For tickets and more info, click here.

And if you’re looking for restaurant recommendations before the reveal of this year’s 101, last year’s list is still an excellent resource. Assistant food editor Danielle Dorsey used Addison’s 2023 picks to put together a guide on where to get dinner in L.A. on a Monday night, when many restaurants are closed but where “you can linger over your food without worrying about turning the table over to another party.”

Dorsey also assembled a guide to the best places to eat and drink in L.A. this month based on the Food team’s coverage of recent restaurant openings, including Travis Lett‘s RVR, Michael Mina‘s Orla, Philip and Lauren Pretty‘s Olive & Rose plus the new pizzerias LaSorted’s and Ozzy’s Apizza.

Food columnist Jenn Harris explored chef Sang Yoon‘s new Helms Bakery, a 21st century market and prepared food revival of the Culver City bakery that opened in 1931 and has been mostly a memory and a very cool neon sign since its closure in 1969. She returned from opening day of the marketplace with a report on 13 things to be excited about at the new Helms Bakery, plus info on the special pie tin that Yoon had made to achieve the deep-dish crust he wanted to serve.

Also …

An overhead photo of three Sweet Rose Creamery ice cream pies and slices on plates against a pale yellow background

Ice cream shop Sweet Rose Creamery offers a lineup of ice cream pies — including a vegan pie.

(Katrina Frederick / Sweet Rose Creamery)

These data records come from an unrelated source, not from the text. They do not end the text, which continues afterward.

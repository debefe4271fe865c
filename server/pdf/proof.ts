import { countWords, durationWords } from '../../shared/charts/words'
import { DISCLAIMER, outageCautions } from '../../shared/record/cautions'
import { nameOf } from '../../shared/record/select'
import { fullStampWords } from '../../shared/record/summary-words'
import { standstillWords } from '../utils/cover/standstill-words'
import type { RecordPaper } from './record'
import type { Sheet } from './sheet'
import type { Row } from './table'
import { drawTable } from './table'

/** Who signed, with which key; and what was verified while the paper was made. */
export async function drawProof(sheet: Sheet, { state, entries, verified, summary, sealHolds }: RecordPaper): Promise<void> {
  const { timeZone } = summary.heading
  sheet.begin('Signers')
  const counts = new Map<string, number>()
  for (const { entry } of entries) counts.set(entry.device, (counts.get(entry.device) ?? 0) + 1)
  await drawTable(sheet, [{ label: 'Name', width: 0.4 }, { label: 'Role', width: 66 }, { label: 'Device', width: 0.3 }, { label: 'Entries', width: 42, align: 'right' }, { label: 'Public key (Ed25519)', width: 192, style: { face: 'mono', size: 7 } }],
    Object.entries(state.signers).map(([device, signer]): Row => [signer.name, signer.role, signer.deviceName, String(counts.get(device) ?? 0), signer.publicKey]))
  sheet.begin('What this paper shows')
  const bad = entries.filter(stored => verified.get(stored.seq) !== true)
  sheet.paragraph(bad.length === 0
    ? `The signature of each of the ${countWords(entries.length, 'entry', 'entries')} was verified against its signer's key while this paper was made. “ok” and the first four and last two digits stand beside each entry.`
    : `The signatures of ${countWords(bad.length, 'entry', 'entries')} do not fit their signer's key: No. ${bad.map(stored => stored.seq).join(', ')}.`)
  const { sealed } = state
  if (sealed) {
    sheet.paragraph(`Sealed ${fullStampWords(sealed.mark.at, timeZone)} by ${nameOf(state, sealed.mark.by)} over ${countWords(sealed.size, 'entry', 'entries')}. ${sealHolds ? 'The root of those entries, worked out anew for this paper, is the one that was sealed.' : 'The root of those entries, worked out anew for this paper, is NOT the one that was sealed.'} Root (RFC 9162):`)
    sheet.paragraph(sealed.root, { style: { face: 'mono', size: 7.5 } })
    sheet.paragraph('A change by anyone without the devices\' private keys would show in the record itself. Whoever owns the database and signs everything anew makes another record with another root: compare this one with the root that was sent out when it was sealed.')
  } else {
    sheet.paragraph('This record is not sealed: it may still grow.')
  }
  if (state.largestSkew && state.largestSkew.ms > 1000) sheet.paragraph(`Times are the devices' own, less their last measured difference from the server; the largest was ${durationWords(state.largestSkew.ms / 1000)}.`)
}

export function drawCautions(sheet: Sheet, { state }: RecordPaper): void {
  sheet.begin('Cautions')
  sheet.list(() => {
    for (const words of standstillWords(state.snapshot)) sheet.paragraph(words, { after: 3 })
    for (const caution of outageCautions(state)) sheet.paragraph(`${caution.hazard.toUpperCase()}: ${caution.words}`, { after: 3 })
  })
  sheet.paragraph(DISCLAIMER, { style: { face: 'semibold' } })
}

/** Room for the whole part, so that it stands on the last page undivided. */
const VERIFYING_HEIGHT = 250

/** How a reader checks the record without trusting this paper. */
export function drawVerifying(sheet: Sheet, { state, variant }: RecordPaper): void {
  sheet.begin('How to verify this record', VERIFYING_HEIGHT)
  const { sealed } = state
  const file = variant === 'record' ? 'This PDF carries the whole record as the attached file record.json.' : 'This PDF carries no file: take record.json from the page of the record.'
  sheet.paragraph(`The paper is made from the record; it is not the record. ${file} ${sealed ? 'Have the root ready that was sent out by e-mail when the record was sealed, from a message that did not come with this paper.' : 'While it is not sealed, there is no root to compare it with.'}`, { after: 6 })
  const given = variant === 'record' ? 'this PDF or record.json' : 'record.json'
  sheet.list(() => {
    sheet.labelled('In a browser', `Open the page /verify of any Holdover server, without an account, and choose ${given}; the file does not leave the browser. Enter the root. It checks every signature, each device's chain, the server's checkpoints and the seal, and says whether the record is whole in itself, and whether it is the one that was sealed.`)
    sheet.labelled('With one program', `node scripts/verify.mjs ${variant === 'record' ? 'record.pdf' : 'record.json'}${sealed ? ' ROOT' : ''} does the same with plain Node and shares no code with the program that made the record.`)
    sheet.labelled('By hand', 'With OpenSSL and a text editor: in record.json each entry stands on a line of its own, in the canonical JSON (RFC 8785) that was signed. Verify its signature (Ed25519, RFC 8032) with the key under Signers. The root: SHA-256 over a zero byte and each line, joined in pairs over a byte one (RFC 9162, 2.1.1). docs/verify-by-hand.md has the commands.')
  })
  if (sealed) {
    sheet.paragraph(`Root of ${countWords(sealed.size, 'entry', 'entries')}, as sealed:`, { after: 1 })
    sheet.paragraph(sealed.root, { style: { face: 'mono', size: 7.5 } })
  }
  sheet.paragraph('What this proves: nobody without the signers\' private keys changed what they signed, and with the root, that this is the record that was sealed. It does not prove that what was signed is true.', { style: { size: 8 } })
}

  • If you’re feeling overwhelmed as Thanksgiving approaches, there’s time to make one part of the dinner planning easier — leaving the cooking to the pros. Contributor Tiffany Tse curated a guide to 25 of the best L.A. restaurants for a Thanksgiving takeout feast. And if you just need a little help with the pie — without resorting to what’s left at the supermarket the day before — Food’s Danielle Dorsey, Stephanie Breijo, Jenn Harris, Betty Hallock and Cindy Carcamo put together a guide to 12 of L.A.’s best bakeries for holiday pies.
  • And if you’re looking for holiday gift ideas, Dorsey, Breijo, Harris and Carcamo also collaborated on a guide to presents you can get from L.A. restaurants.
  • Contributor Sarah Mosqueda writes about the kitchen tool she uses every day — a rice cooker — and shares five terrific rice recipes.
  • And TGI Fridays — whose bartenders trained Tom Cruise for his 1988 “Cocktail” role and whose server uniforms were parodied in 1999’s “Office Space” — filed for Chapter 11 bankruptcy protection, with the company placing much of the blame on fallout from the COVID-19 pandemic as well as changing consumer tastes. Reporter Caroline Petrow-Cohen has the details.